Jansen C, Rice B G, Wooton B, Howard J, Elmasri S, Rivera T, Shimoda L M N, Stokes A J, Adra C N, Small-Howard A L, Turner H
Laboratory of Pharmacology and Analytics, School of Natural Sciences and Mathematics, Chaminade University, Honolulu, Hawai'i.
Data Analytics Research Team, UN CIFAL Honolulu, Chaminade University, Honolulu, Hawai'i.
bioRxiv. 2025 Sep 4:2025.08.30.673232. doi: 10.1101/2025.08.30.673232.
Mast cell stabilizers (MCS) have the potential to address unmet therapeutic need in allergy and inflammation management. MCS chronically suppress all arms of the pro-inflammatory mast cell response to stimulation (e.g., histamine, protease, lipid mediators, cytokines, chemokines). They may therefore outperform approaches such as H1, H2 and H4 inhibitors (antihistamines) which block only the acute histamine release by mast cells and leave the rest of the functional response untouched. Despite their potential, current MCS (e.g., cromolyn sodium, Tranilast, nedocromil) in clinical use are hindered by poor bioavailability, frequent dosing, long lags to onset of relief, and enigmatic mechanisms of action. MCS have their origins in phytomedicine: cromolyn sodium is the longest standing drug in the class and is a derivatized form of Khellin from used as an anti-inflammatory. Other phytopharmacopeias may offer candidate 'next generation' MCS (ngMCS) and in this study we hypothesized that a coupled pharmacoanalytic and pharmacology approach could be used to identify, prioritize and derisk additional candidate MCS from phytomedical sources for later pre-clinical and clinical evaluation. Here, we report a novel data analytics workflow starting with a newly developed phytopharmacopeia data platform with >3.5B linkage pathways (country → medical system → formulation → indication → ingredient organism → chemical component → other parameters), covering 22 M sq. miles of biogeography and historical and contemporary timeframes. Additional data layers include druggability indices, target and pathway analyses. The current study validates a subset of candidate phytomedical ngMCS using workflow and pharmacology, and develops a new harmonic mean-based 'MCS score' for further streamlining of the candidate prioritization process. This proof-of-concept study may have particular relevance for complex presentations such as Mast Cell Activation Syndrome (MCAS) where ngMCS may outperform current management approaches.

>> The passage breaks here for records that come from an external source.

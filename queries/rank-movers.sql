-- about: Projects whose rank by present worth moves most across the scenarios of a run.
-- param: run = latest  (run id; "latest" = the newest finished run)
-- param: limit = 20  (how many projects to list)
SELECT s.project_id, p.name, s.rank_min, s.rank_median, s.rank_max, s.rank_base,
       s.rank_max - s.rank_min AS rank_spread, s.pw_base
FROM project_summary s JOIN run_project_names p ON p.run_id = $run AND p.project_id = s.project_id
WHERE s.run_id = $run
ORDER BY rank_spread DESC, s.rank_base, s.project_id
LIMIT $limit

肥大细胞稳定剂(MCS)有潜力满足过敏和炎症管理中未被满足的治疗需求。MCS可长期抑制促炎肥大细胞对刺激的所有反应途径(如组胺、蛋白酶、脂质介质、细胞因子、趋化因子)。因此,它们可能比H1、H2和H4抑制剂(抗组胺药)等方法更有效,后者仅能阻断肥大细胞急性组胺释放,而不影响其余功能反应。尽管MCS有潜力,但目前临床使用的MCS(如色甘酸钠、曲尼司特、奈多罗米)存在生物利用度差、给药频繁、缓解起效延迟长以及作用机制不明等问题。MCS起源于植物医学:色甘酸钠是该类药物中使用时间最长的,是用作抗炎药的凯林的衍生形式。其他植物药典可能提供候选的“下一代”MCS(ngMCS),在本研究中,我们假设可以使用联合药物分析和药理学方法从植物医学来源识别、排序并降低其他候选MCS的风险,以便后续进行临床前和临床评估。在此,我们报告了一种新颖的数据分析工作流程,该流程始于一个新开发的植物药典数据平台,该平台具有超过35亿个关联途径(国家→医疗系统→制剂→适应症→成分生物体→化学成分→其他参数),涵盖2200万平方英里的生物地理学以及历史和当代时间框架。其他数据层包括成药指数、靶点和途径分析。本研究使用该工作流程和药理学方法验证了候选植物医学ngMCS的一个子集,并开发了一种基于调和平均数的新“MCS评分”,以进一步简化候选排序过程。这项概念验证研究可能与肥大细胞活化综合征(MCAS)等复杂病症特别相关,在这些病症中,ngMCS可能优于当前的管理方法。